Exercise material START
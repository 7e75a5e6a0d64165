"""Site features from a drawing or a table: the drawing's frame and joining them to the plan.

A site drawing or survey table has its own origin and its own "up". The site frame
is x east, y north, metres: :class:`SiteFrame` names the drawing point that becomes
the site's origin and the direction of true north in the drawing, as a bearing
clockwise from the drawing's +y axis (a plan seen from above, so a pure rotation).
"""

from __future__ import annotations

import math
from collections.abc import Iterable, Sequence
from dataclasses import dataclass, replace
from typing import Literal

import numpy as np

from core.errors import InputError
from core.model.plan import SITE_FEATURE_KINDS, Project, Site, SiteFeature, SiteFeatureKind
from core.notices import Notice

Pt = tuple[float, float]
Joining = Literal["add", "replace"]

KIND_WORDS: dict[str, str] = {
    "quay": "quay line",
    "dolphin": "dolphin",
    "vessel": "other vessel",
    "limit": "limit (basin, fairway edge)",
}

#: Words in a layer's name that suggest its kind (lower case, any part of the name).
_HINTS: tuple[tuple[str, SiteFeatureKind], ...] = (
    ("dolphin", "dolphin"),
    ("quay", "quay"),
    ("wharf", "quay"),
    ("berth", "quay"),
    ("pier", "quay"),
    ("jetty", "quay"),
    ("vessel", "vessel"),
    ("ship", "vessel"),
    ("moored", "vessel"),
    ("limit", "limit"),
    ("basin", "limit"),
    ("fairway", "limit"),
    ("channel", "limit"),
    ("dredg", "limit"),
)


def guess_kind(layer: str) -> SiteFeatureKind | None:
    """The feature kind a layer's name suggests, or None (left out unless chosen)."""
    name = layer.lower()
    return next((kind for word, kind in _HINTS if word in name), None)


@dataclass(frozen=True, slots=True)
class SiteFrame:
    """Where the site frame sits in a drawing.

    ``origin``: the drawing point (drawing units) that becomes the site's (0, 0).
    ``north_deg``: the direction of true north in the drawing, degrees clockwise from
    the drawing's +y axis (0 when the drawing is drawn north up).
    """

    origin: Pt = (0.0, 0.0)
    north_deg: float = 0.0

    def __post_init__(self) -> None:
        x, y = (float(v) for v in self.origin)
        if not (math.isfinite(x) and math.isfinite(y)):
            raise InputError("site origin", self.origin, "must be finite")
        if not math.isfinite(self.north_deg):
            raise InputError("north", self.north_deg, "must be finite")
        object.__setattr__(self, "origin", (x, y))

    def to_site(self, points: Sequence[Pt], metres_per_unit: float) -> tuple[Pt, ...]:
        """Drawing points -> site frame (x east, y north, m).

        A drawing direction at bearing b (clockwise from the drawing's +y) is the true
        bearing b - north_deg, so drawing vectors turn counter-clockwise by north_deg.
        """
        a = math.radians(self.north_deg)
        c, s = math.cos(a), math.sin(a)
        p = (np.asarray(points, dtype=float) - np.asarray(self.origin)) * metres_per_unit
        x = c * p[:, 0] - s * p[:, 1]
        y = s * p[:, 0] + c * p[:, 1]
        return tuple((float(u) + 0.0, float(v) + 0.0) for u, v in zip(x, y, strict=True))


@dataclass(frozen=True, slots=True)
class ImportedSite:
    """Site features read from a drawing or a table, in the site frame, with notices."""

    source: str
    features: tuple[SiteFeature, ...]
    notices: tuple[Notice, ...] = ()

    def counts(self) -> dict[str, int]:
        """Features by kind, in the order of the kinds."""
        out = {k: sum(1 for f in self.features if f.kind == k) for k in SITE_FEATURE_KINDS}
        return {k: n for k, n in out.items() if n}

    def words(self) -> str:
        """'3 quay lines, 4 dolphins' for a dialog or the command line."""
        parts = [
            f"{n} {KIND_WORDS[k].split(' (')[0]}{'s' if n != 1 else ''}"
            for k, n in self.counts().items()
        ]
        return ", ".join(parts) or "nothing"


def unique_names(features: Iterable[SiteFeature], taken: Iterable[str]) -> tuple[SiteFeature, ...]:
    """The features renamed where their name is taken (``Quay 1`` -> ``Quay 1 (2)``)."""
    used = set(taken)
    out: list[SiteFeature] = []
    for f in features:
        name, n = f.name, 2
        while name in used:
            name = f"{f.name} ({n})"
            n += 1
        used.add(name)
        out.append(f if name == f.name else replace(f, name=name))
    return tuple(out)


def with_site(project: Project, imported: ImportedSite, joining: Joining = "add") -> Project:
    """The project with the imported features added to its site, or replacing them."""
    if joining not in ("add", "replace"):
        raise InputError("site joining", joining, "must be 'add' or 'replace'")
    kept = project.site.features if joining == "add" else ()
    new = unique_names(imported.features, (f.name for f in kept))
    site = Site(project.site.name, (*kept, *new))
    return replace(project, site=site)
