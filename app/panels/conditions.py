"""The conditions panel: wind, current, sea state, and what their loads are computed with.

Speeds are typed in the display speed unit, lengths in the display length unit, areas
in its square; directions are true bearings (wind from, current towards). Optional
fields left blank take the core's value (areas from the outline and freeboard or
draught, Hoerner's coefficient, the centre of each projection), shown greyed in the
field. Below the form the panel shows what the body feels: the relative directions
and each load with its yaw moment about the centroid, from core.mechanics.loads.
"""

from __future__ import annotations

import math
from dataclasses import dataclass, replace
from typing import Any

from PySide6.QtCore import Qt
from PySide6.QtWidgets import (
    QComboBox,
    QDialog,
    QFormLayout,
    QGroupBox,
    QHBoxLayout,
    QLabel,
    QLineEdit,
    QMessageBox,
    QPushButton,
    QScrollArea,
    QTableWidget,
    QTableWidgetItem,
    QVBoxLayout,
    QWidget,
)

from app.controller import Controller
from app.guard import guarded
from app.numbers import message, parse_number, parse_optional, parse_value
from app.panels.dialog_parts import note_label, ok_cancel
from app.panels.panel_field import PanelField
from core.errors import InputError, TowboardError
from core.mechanics.bodies import stage_body
from core.mechanics.loads import hoerner_cross_flow, load_words, projection
from core.model import rules
from core.model.conditions import Conditions, rule
from core.model.efficiency import EfficiencyTable
from core.model.rules import unit_of
from core.units import DisplayUnits, label


@dataclass(frozen=True, slots=True)
class Field:
    attr: str  # Conditions field
    title: str
    kind: str  # "speed", "length", "bearing", "plain", "area", "density", "sea"
    optional: bool = False
    tip: str = ""


WIND = (
    Field("wind_speed_ms", "Mean speed", "speed", tip="Mean wind speed at the height below"),
    Field("wind_height_m", "Measured at height", "length", tip="Height of the wind reading"),
    Field("wind_from_deg", "From (° true)", "bearing", tip="True bearing the wind blows from"),
    Field("gust_factor", "Gust factor", "plain", tip="Gust speed over mean speed (1 = mean)"),
    Field(
        "wind_exponent",
        "Height exponent",
        "plain",
        tip="Power law U(z) = U10 (z/10)^a; 0.12 over open sea, 1/7 over land",
    ),
)
CURRENT = (
    Field("current_speed_ms", "Speed", "speed"),
    Field(
        "current_towards_deg",
        "Sets towards (° true)",
        "bearing",
        tip="True bearing the current sets towards",
    ),
)
WATER = (
    Field(
        "water_depth_m",
        "Water depth",
        "length",
        True,
        "Depth of water under the body in this stage. Blank: deep water. Raises the "
        "current's sideways load (UFC 4-159-03 depth factor) and gives the under-keel "
        "clearance",
    ),
    Field(
        "ukc_margin_m",
        "Under-keel clearance margin",
        "length",
        tip="Warn when depth less draught is below this (0.5 m: common practice, no source; "
        "use your port's rule)",
    ),
)
SEA = (Field("sea_state", "Sea state (0-9)", "sea", tip="For the tug efficiency table"),)
LOADS = (
    Field("wind_coeff_head", "Wind coefficient head-on", "plain"),
    Field("wind_coeff_beam", "Wind coefficient beam-on", "plain"),
    Field("current_coeff_head", "Current coefficient head-on", "plain"),
    Field(
        "current_coeff_beam",
        "Current coefficient beam-on",
        "plain",
        True,
        "Blank: Hoerner's 2-D cross-flow value for the body's B/2T",
    ),
    Field("wind_area_head_m2", "Wind area head-on", "area", True, "Blank: beam × freeboard"),
    Field("wind_area_beam_m2", "Wind area beam-on", "area", True, "Blank: length × freeboard"),
    Field("current_area_head_m2", "Current area head-on", "area", True, "Blank: beam × draught"),
    Field("current_area_beam_m2", "Current area beam-on", "area", True, "Blank: length × draught"),
    Field("air_density", "Air density (kg/m³)", "density", tip="1.225: ISO 2533 at 15 °C"),
    Field(
        "water_density",
        "Water density (kg/m³)",
        "density",
        tip="1025 seawater (common practice); 1026.02 ITTC at 15 °C; 999.1 fresh",
    ),
)
#: Where the lateral load acts: the file's choice and what the panel calls it.
CENTRE_CHOICES = (
    ("moving", "moves with the angle (Hughes)"),
    ("fixed", "fixed at the centre of the side"),
)
TRAVEL = (
    Field(
        "wind_centre_head_on",
        "Wind centre head-on (share of length)",
        "plain",
        tip="Where the wind's centre of pressure lies with the wind ahead or astern, as a "
        "share of the length from that end; 0.291 (Hughes, from memory); 0.5: no travel",
    ),
    Field(
        "current_centre_head_on",
        "Current centre head-on (share of length)",
        "plain",
        tip="The same for the current; 0.291 (Hughes' figure for the wind, from memory)",
    ),
)
CENTRES = (
    ("wind_centre_m", "Wind centre of pressure (x, y)"),
    ("current_centre_m", "Current centre of pressure (x, y)"),
)
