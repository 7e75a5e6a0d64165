"""File names as the project's readers and writers take them."""

from __future__ import annotations

import errno
import os
from pathlib import Path


def file_path(path: str | os.PathLike[str]) -> Path:
    """``path`` as a Path; an OSError (as the system gives for a bad name) for a name with a
    NUL character, which no file system holds and Python refuses with a ValueError."""
    p = Path(path)
    if "\x00" in str(p):
        raise OSError(errno.EINVAL, "a file name cannot hold a NUL character", str(p))
    return p


def shown_path(path: str | os.PathLike[str]) -> str:
    """A path as a message shows it: a NUL character as \\0, never as itself."""
    return str(path).replace("\x00", "\\0")
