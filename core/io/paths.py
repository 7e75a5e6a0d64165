"""File names as the project's readers and writers take them."""

from __future__ import annotations

import errno
import os
import stat
from pathlib import Path

from core.errors import DrawingError

#: Bytes read at a time from a file of unknown size (a device, a pipe).
_CHUNK = 1 << 20


class TooLarge(OSError):
    """A file holds more bytes than its reader takes."""


def file_path(path: str | os.PathLike[str]) -> Path:
    """``path`` as a Path; an OSError (as the system gives for a bad name) for a name with a
    NUL character, which no file system holds and Python refuses with a ValueError."""
    p = Path(path)
    if "\x00" in str(p):
        raise OSError(errno.EINVAL, "a file name cannot hold a NUL character", str(p))
    return p


def same_file(a: str | os.PathLike[str], b: str | os.PathLike[str]) -> bool:
    """Whether ``a`` and ``b`` name one file, by name or through a link; False when either
    is missing or is a name no file can have."""
    try:
        return os.path.samefile(a, b)
    except (OSError, ValueError):
        return False


def shown_path(path: str | os.PathLike[str]) -> str:
    """A path as a message shows it: a NUL character as \\0, never as itself."""
    return str(path).replace("\x00", "\\0")


def read_at_most(path: str | os.PathLike[str], limit: int) -> bytes:
    """The bytes of the file at ``path``, or :class:`TooLarge` once it proves to hold more
    than ``limit`` bytes.

    A regular file is refused by its size before it is read; anything else (a device such
    as /dev/zero, a FIFO) is read a chunk at a time and refused as soon as it passes the
    limit, so no file is ever read without bound. Other failures are the OSError the
    system gives.
    """
    with open(file_path(path), "rb") as f:
        st = os.fstat(f.fileno())
        if stat.S_ISREG(st.st_mode) and st.st_size > limit:
            raise TooLarge(errno.EFBIG, "too large", str(path))
        chunks: list[bytes] = []
        got = 0
        while True:
            chunk = f.read(min(_CHUNK, limit + 1 - got))
            if not chunk:
                return b"".join(chunks)
            chunks.append(chunk)
            got += len(chunk)
            if got > limit:
                raise TooLarge(errno.EFBIG, "too large", str(path))


#: The most a drawing (DXF) or a table of offsets or points is read to: far more than any
#: hull's or site's drawing holds, and well short of what would exhaust the machine.
MAX_SOURCE_BYTES = 128_000_000


#: The most characters of a table's row a message quotes.
SHOWN_ROW_CHARS = 60


def shown_row(text: str) -> str:
    """A table's row as a message quotes it: in quotes, cut short after
    :data:`SHOWN_ROW_CHARS` characters (a row may run to megabytes)."""
    if len(text) <= SHOWN_ROW_CHARS:
        return repr(text)
    return f"{text[:SHOWN_ROW_CHARS]!r}... ({len(text)} characters)"


def read_source(path: str | os.PathLike[str], limit: int | None = None) -> bytes:
    """The bytes of a drawing or table to import, read to at most ``limit`` bytes
    (default :data:`MAX_SOURCE_BYTES`).

    Raises DrawingError naming the file: it cannot be read, or it is larger than any
    drawing (a device such as /dev/zero is refused once it passes the limit).
    """
    name = Path(shown_path(path)).name
    limit = MAX_SOURCE_BYTES if limit is None else limit
    try:
        return read_at_most(path, limit)
    except TooLarge:
        raise DrawingError(
            name, f"is larger than {limit / 1e6:g} MB, far more than any drawing holds; not read"
        ) from None
    except OSError as e:
        raise DrawingError(name, f"cannot be read: {e.strerror or e}") from None


def read_table(path: str | os.PathLike[str], limit: int | None = None) -> str:
    """The text of a table (CSV) of offsets or points: UTF-8, a byte order mark dropped.

    Raises DrawingError naming the file, as :func:`read_source` does, or when the file
    is not UTF-8 text.
    """
    raw = read_source(path, limit)
    try:
        return raw.decode("utf-8-sig")
    except UnicodeDecodeError as e:
        raise DrawingError(
            Path(shown_path(path)).name,
            f"is not UTF-8 text (byte {e.start + 1} cannot be read); save it as UTF-8 CSV",
        ) from None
Exercise material END
Work request
Count how many lines in the entries above hold the word "origin". Give that number by itself.

Your response
8